En una escena de caza nunca antes filmada, una osa polar a nado persigue y luego devora a un reno, un indicio de que, con el deshielo, el “rey del Ártico” podría estar cambiando sus hábitos de alimentación.

Ocurrió en el archipiélago noruego de Svalbard el 21 de agosto de 2020, cuando los glaciares marinos se retiraron y, con ellos, las focas de las que se alimentan los osos.
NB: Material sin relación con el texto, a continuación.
"""Every disagreement the differential campaign found, minimised, with Icarus's value.

Each entry is a module (ports in ANSI form, ranges written out), one input vector and the
bits Icarus Verilog 11 prints for each output (most significant first), cross-checked with
the IEEE 1364-2005 clause named (where Icarus itself is wrong, ``icarus_prints`` records what
it prints and the expected bits come from the clause and Python's int).  ``reader_bug`` names the defect while it is open: the test
of that entry is then an expected failure (strict, so a fix shows up as an unexpected pass,
and the mark must be removed), and the campaigns leave the construct out (``avoid``) so
they keep testing everything else.
"""
from __future__ import annotations

import re
from dataclasses import dataclass
from typing import Optional

from .generator import Case, Port


@dataclass(frozen=True)
class Regression:
    name: str
    text: str                       # one module named ``top``
    vector: dict
    expected: dict                  # output name -> Icarus's bits
    source: str                     # where the expected value comes from, besides Icarus
    reader_bug: Optional[str] = None
    avoid: tuple = ()               # generator construct tags that reach this bug
    # Icarus 11 itself deviates from the standard here: ``expected`` then comes from the
    # named source (Python's int as reference code), and ``icarus_prints`` records Icarus
    icarus_prints: Optional[dict] = None
    # the reader follows Icarus rather than the clause here (a decision for the project,
    # kept visible as an expected failure of the model test)
    reader_follows_icarus: Optional[str] = None
    fixed: Optional[str] = None     # the commit that fixed the reader bug this entry found

    def case(self) -> Case:
        """The entry as a generated-style case (so the harness can run it)."""
        inputs, outputs = [], []
        top_text = self.text[self.text.rfind("module "):]
        for direction, signed, msb, lsb, name in _PORT.findall(top_text):
            port = Port(name, abs(int(msb) - int(lsb)) + 1, bool(signed), int(msb), int(lsb))
            (inputs if direction == "input" else outputs).append(port)
        top = re.match(r"module\s+(\w+)", top_text).group(1)
        return Case(top, self.text, (), tuple(inputs), tuple(outputs), f"regression:{self.name}")


_PORT = re.compile(r"(input|output)( signed)?\s*\[(-?\d+):(-?\d+)\]\s*(\w+)")


REGRESSIONS = [
    Regression(
        "unary_reduction_xnor_caret_tilde",
        "module reg_xnor1(input [3:0] a, output [0:0] y, output [0:0] z);\n"
        "  assign y = ^~a;\n"
        "  assign z = ~^a;\n"
        "endmodule\n",
        {"a": 0b0011},
        {"y": "1", "z": "1"},
        "IEEE 1364-2005 clause 5.1.11 and table 5-19: ^~ and ~^ are both reduction XNOR; "
        "two 1 bits give 1",
        fixed="204e4c6",
    ),
    Regression(
        "unary_reduction_xnor_of_parameter",
        "module reg_xnor2(input [0:0] a, output [3:0] y);\n"
        "  localparam P = 7;\n"
        "  assign y = (^~P) ^ a;\n"
        "endmodule\n",
        {"a": 0},
        {"y": "0000"},
        "IEEE 1364-2005 clause 5.1.11: reduction XNOR of 32-bit 7 (three 1 bits) is 0",
        fixed="204e4c6",
    ),
    Regression(
        "shift_amount_holding_a_division",
        "module reg_shiftdiv(input [3:0] a, input [3:0] b, input [3:0] c, output [3:0] y);\n"
        "  assign y = a << (b / c);\n"
        "endmodule\n",
        {"a": 3, "b": 2, "c": 1},
        {"y": "1100"},
        "IEEE 1364-2005 clause 5.1.12: 3 << (2 / 1) = 12; the divisor is not zero, so "
        "nothing is x (clause 5.1.5)",
        fixed="043eccf",
    ),
    Regression(
        "shift_amount_holding_a_guarded_modulus",
        "module reg_shiftmod(input [3:0] a, input [3:0] b, input [3:0] c, output [3:0] y);\n"
        "  assign y = a << (b % (c | 1'b1));\n"
        "endmodule\n",
        {"a": 3, "b": 2, "c": 2},
        {"y": "1100"},
        "IEEE 1364-2005 clause 5.1.12: 3 << (2 % 3) = 12; an odd divisor is never zero",
        fixed="043eccf",
    ),
    Regression(
        "bit_select_index_holding_a_division",
        "module reg_seldiv(input [3:0] a, input [3:0] b, input [3:0] c, output [0:0] y);\n"
        "  assign y = a[b / c];\n"
        "endmodule\n",
        {"a": 3, "b": 2, "c": 3},
        {"y": "1"},
        "IEEE 1364-2005 clause 5.2.1: a[2 / 3] is a[0] = 1 (in range, divisor not zero)",
        fixed="043eccf",
    ),
    Regression(
        "shift_amount_holding_a_variable_select",
        "module reg_shiftsel(input [2:0] a, input [7:0] b, output [3:0] y);\n"
        "  assign y = 4'd3 << b[a];\n"
        "endmodule\n",
        {"a": 0, "b": 1},
        {"y": "0110"},
        "IEEE 1364-2005 clause 5.1.12: 3 << b[0] = 3 << 1 = 6; a 3-bit index is always "
        "inside [7:0]",
        fixed="043eccf",
    ),
    Regression(
        "select_index_holding_a_variable_select",
        "module reg_selsel(input [2:0] a, input [7:0] b, input [1:0] c, output [0:0] y);\n"
        "  assign y = c[b[a]];\n"
        "endmodule\n",
        {"a": 0, "b": 1, "c": 2},
        {"y": "1"},
        "IEEE 1364-2005 clause 5.2.1: c[b[0]] = c[1] = 1",
        fixed="043eccf",
    ),
    Regression(
        "conditional_on_a_variable_select",
        "module reg_condsel(input [2:0] a, input [7:0] b, output [3:0] y);\n"
        "  assign y = b[a] ? 4'd0 : 4'b0111;\n"
        "endmodule\n",
        {"a": 0, "b": 0},
        {"y": "0111"},
        "IEEE 1364-2005 clause 5.1.13: the condition b[0] is a known 0, so the result is "
        "the third operand (the x merge applies only to an x condition); a 3-bit index is "
        "always inside [7:0]",
        fixed="043eccf",
    ),
    Regression(
        "conditional_on_a_guarded_quotient",
        "module reg_conddiv(input [3:0] a, input [3:0] b, output [3:0] y);\n"
        "  assign y = (a / (b | 1'b1)) ? 4'd0 : 4'b0111;\n"
        "endmodule\n",
        {"a": 0, "b": 0},
        {"y": "0111"},
        "IEEE 1364-2005 clause 5.1.13: 0 / 1 is a known 0, so the result is the third operand",
        fixed="043eccf",
    ),
    Regression(
        "wide_all_ones_divided_by_one",
        "module reg_widediv(input [64:0] a, input [1:0] b, output [31:0] y);\n"
        "  assign y = a / b;\n"
        "endmodule\n",
        {"a": (1 << 65) - 1, "b": 1},
        {"y": format(((1 << 65) - 1) // 1 & 0xFFFFFFFF, "032b")},   # Python int: 2**65-1 // 1
        "IEEE 1364-2005 clause 5.1.5 (integer division); Python's int as reference code",
        icarus_prints={"y": "0" * 32},
    ),
    Regression(
        "one_to_a_negative_power_in_a_wide_context",
        "module reg_pow(input [1:0] e, output [32:0] y);\n"
        "  assign y = 1'b1 ** $signed(e);\n"
        "endmodule\n",
        {"e": 3},
        {"y": "0" * 32 + "1"},
        "IEEE 1364-2005 clause 5.1.5 table 5-6: op1 == 1 gives 1 whatever op2 (here -1)",
        icarus_prints={"y": "0" * 33},
    ),
    Regression(
        "signed_exponent_of_an_unsigned_base",
        "module reg_powsign(input [1:0] e, output [1:0] y);\n"
        "  assign y = 2'b11 ** $signed(e);\n"
        "endmodule\n",
        {"e": 3},
        {"y": "00"},
        "IEEE 1364-2005 clause 5.1.5 table 5-6: op1 = 3 (> 1) and op2 = $signed(2'b11) = -1 "
        "(the exponent is self-determined, table 5-22) give 0; Icarus reads the exponent "
        "as 3 here and gives 3 ** 3 = 27, low bits 11",
        icarus_prints={"y": "11"},
    ),
    Regression(
        "unsized_constant_shifted_out",
        "module reg_lossless(input [64:0] a, output [64:0] y);\n"
        "  assign y = a + (7 % ((2147483647 <<< 8'd225) | 2'b10));\n"
        "endmodule\n",
        {"a": 0},
        {"y": format(0 + 7 % ((((2147483647 << 225) & ((1 << 65) - 1)) | 2)), "065b")},
        "IEEE 1364-2005 clauses 5.4.1 and 5.1.12: the shift is 65 bits wide (context), so "
        "every bit of 2147483647 is shifted out and 7 % 2 = 1 (Python's int as reference "
        "code); Icarus evaluates the unsized constant without loss and gives 7 % (huge) = 7",
        icarus_prints={"y": format(7, "065b")},
    ),
    Regression(
        "unsigned_cast_on_a_port_connection",
        "module reg_portcast_sub(input [5:0] x, output [5:0] q);\n"
        "  assign q = x;\n"
        "endmodule\n"
        "module reg_portcast(input signed [3:0] a, output [5:0] y);\n"
        "  reg_portcast_sub u (.x($unsigned(a)), .q(y));\n"
        "endmodule\n",
        {"a": 0b1111},
        {"y": "001111"},
        "IEEE 1364-2005 clause 5.5.3: $unsigned(a) is unsigned, so it is zero-extended to "
        "the 6-bit port (clause 12.3.11: as in an assignment); Icarus sign-extends",
        icarus_prints={"y": "111111"},
    ),
    Regression(
        "genvar_in_a_product",
        "module reg_genvar(input [61:0] a, output [2:0] y);\n"
        "  genvar g;\n"
        "  generate\n"
        "    for (g = 0; g < 3; g = g + 1) begin : slot\n"
        "      assign y[g] = (a * g) >> 62;\n"
        "    end\n"
        "  endgenerate\n"
        "endmodule\n",
        {"a": (1 << 62) - 1},
        {"y": "".join(str((((1 << 62) - 1) * g & ((1 << 62) - 1)) >> 62) for g in (2, 1, 0))},
        "IEEE 1364-2005 clause 5.4.1: the product is as wide as its widest operand, 62 bits "
        "(a genvar is read as an integer, clause 12.4.1 as recalled from memory), so nothing "
        "is left above bit 61 (Python's int as reference code); Icarus widens the product "
        "for the genvar without loss and gives 1 for g = 2",
        icarus_prints={"y": "100"},
    ),
    Regression(
        "shift_amount_selected_from_a_one_bit_signed_vector",
        "module reg_onebit(input signed [0:0] s, input [7:0] a, output [7:0] y);\n"
        "  reg [7:0] r;\n"
        "  always @* r = a >> s[0];\n"
        "  assign y = r;\n"
        "endmodule\n",
        {"s": 1, "a": 0xFF},
        {"y": format(0xFF >> 1, "08b")},
        "IEEE 1364-2005 clause 5.5.1: a bit-select is unsigned, so s[0] = 1 and "
        "8'hff >> 1 = 8'h7f (clause 5.1.12; Python's int as reference code); Icarus "
        "shifts everything out",
        icarus_prints={"y": "00000000"},
    ),
    Regression(
        "shift_amount_selected_whole_from_a_signed_vector",
        "module reg_wholesel(input signed [1:0] s, input [7:0] a, output [7:0] y);\n"
        "  reg [7:0] r;\n"
        "  always @* r = a >>> s[1:0];\n"
        "  assign y = r;\n"
        "endmodule\n",
        {"s": 3, "a": 0xFF},
        {"y": format(0xFF >> 3, "08b")},
        "IEEE 1364-2005 clauses 5.5.1 and 5.1.12: a part-select is unsigned and an amount is "
        "read unsigned, so 8'hff >>> 3 = 8'h1f (a is unsigned: a logical shift; Python's int "
        "as reference code); Icarus shifts everything out",
        icarus_prints={"y": "00000000"},
    ),
    Regression(
        "port_expression_sized_by_the_port",
        "module reg_portctx_sub(input [7:0] x, output [7:0] q);\n"
        "  assign q = x;\n"
        "endmodule\n"
        "module reg_portctx(input [0:0] a, output [7:0] y);\n"
        "  reg_portctx_sub u (.x(~a), .q(y));\n"
        "endmodule\n",
        {"a": 0},
        {"y": "11111111"},
        "IEEE 1364-2005 clause 12.3.11: an expression on a port is sized and evaluated as "
        "in an assignment, so ~a is taken at the port's 8 bits (clause 5.4.2)",
        icarus_prints={"y": "00000001"},
    ),
]


def avoided_constructs() -> frozenset:
    """Generator tags of every construct that reaches an open reader bug."""
    return frozenset(tag for r in REGRESSIONS if r.reader_bug for tag in r.avoid)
Una osa joven persiguió a un reno macho en el agua glaciar, lo atrapó y lo llevó a tierra para devorarlo.

Estupefactos, integrantes del equipo de una estación científica polaca filmaron la escena, documentando por primera vez una caza entre esos dos mamíferos.

“Fue tan sorprendente que era como ver un documental”, dijo a AFP Izabela Kulaszewicz, bióloga de la Universidad de Gdansk. “Casi se podía escuchar la voz del narrador en el fondo diciendo que este evento absolutamente había que verlo porque probablemente no lo veríamos nunca más”.

La secuencia fue tan atípica que Kulaszewicz y otros dos investigadores la dieron a conocer en un artículo para una revista científica.

Según el artículo, el episodio se inscribe en una serie de observaciones que hacen pensar que el oso polar se vuelve cada vez más hacia las presas terrestres ante la dificultad de capturar focas.

En Svalbard, a 1.000 km del Polo Norte, unos 300 osos coexisten con unos 20.000 renos.

Según los autores del artículo, las señales de depredación entre las dos especies se han multiplicado en las últimas décadas.

Encuentran dos explicaciones: el retroceso del glaciar marino que obliga a los osos a permanecer más tiempo en tierra firme y el aumento del número de renos en Svalbard luego de que su caza fuera prohibida en 1925.

Esa depredación, en apariencia nueva, no debe ser sobreinterpretada, señalan otros especialistas.

“Si los osos polares mataban a los renos en los años 1950 o 1960, habría sido difícil de observar porque había poca gente, pocos osos y pocos renos” en esa época en Svalbard, destacó Andrew Derocher, profesor de la universidad de Alberta.

Cazador oportunista

Aunque la foca ocelada o anillada, con su grasa altamente calorífica, es su alimento predilecto, los osos son oportunistas que pueden ser observados devorando huevos, polluelos, roedores y hasta delfines.

Con 70 a 90 kg de adultos, los renos son un buen complemento alimentario para el verano, época de “vacas flacas” que tiende a extenderse con el calentamiento global.

Dos días después de ser filmada por los investigadores polacos, la misma osa fue observada devorando otra carcasa de reno.

“Los renos pueden ser importantes, al menos para ciertos osos, cuando deben permanecer en tierra por períodos largos”, indicó el experto noruego Jon Aars coautor del artículo.

Pero según los expertos, ese cambio de dieta no será una tabla de salvación para el oso blanco, que se enfrenta al riesgo de extinción para 2100.

“Aunque un intento ocasional de depreciación de un reno sea bueno a corto plazo para uno o dos osos, creo que es poco relevante para la población de osos polares o renos”, destacó el profesor Ian Stirling, del Servicio Canadiense de Fauna.

Gran nadador, el oso blanco no puede rivalizar con el reno durante largas distancias en tierra, por el peligro de sobrecalentarse.

Fuera del Ártico, los renos no son presas tan fáciles como sus primos de Svalbard.

“También son animales grandes y han evolucionado con los depredadores terrestres, como los lobos, el glotón y el oso pardo, convirtiéndolos en una presa más difícil”, observó Geoff York de la organización Polar Bears International.

Pero incluso en Svalbard y el entorno, el futuro se vislumbra sombrío para los osos.

“Eventualmente no habrá suficiente hielo para soportar a la población de osos polares”, advirtió Andrew Derocher. “Viendo la tendencia, creo que la población de osos polares del mar de Barents, que incluye a Svalbard, será una de las que desaparecerá en el curso de este siglo”.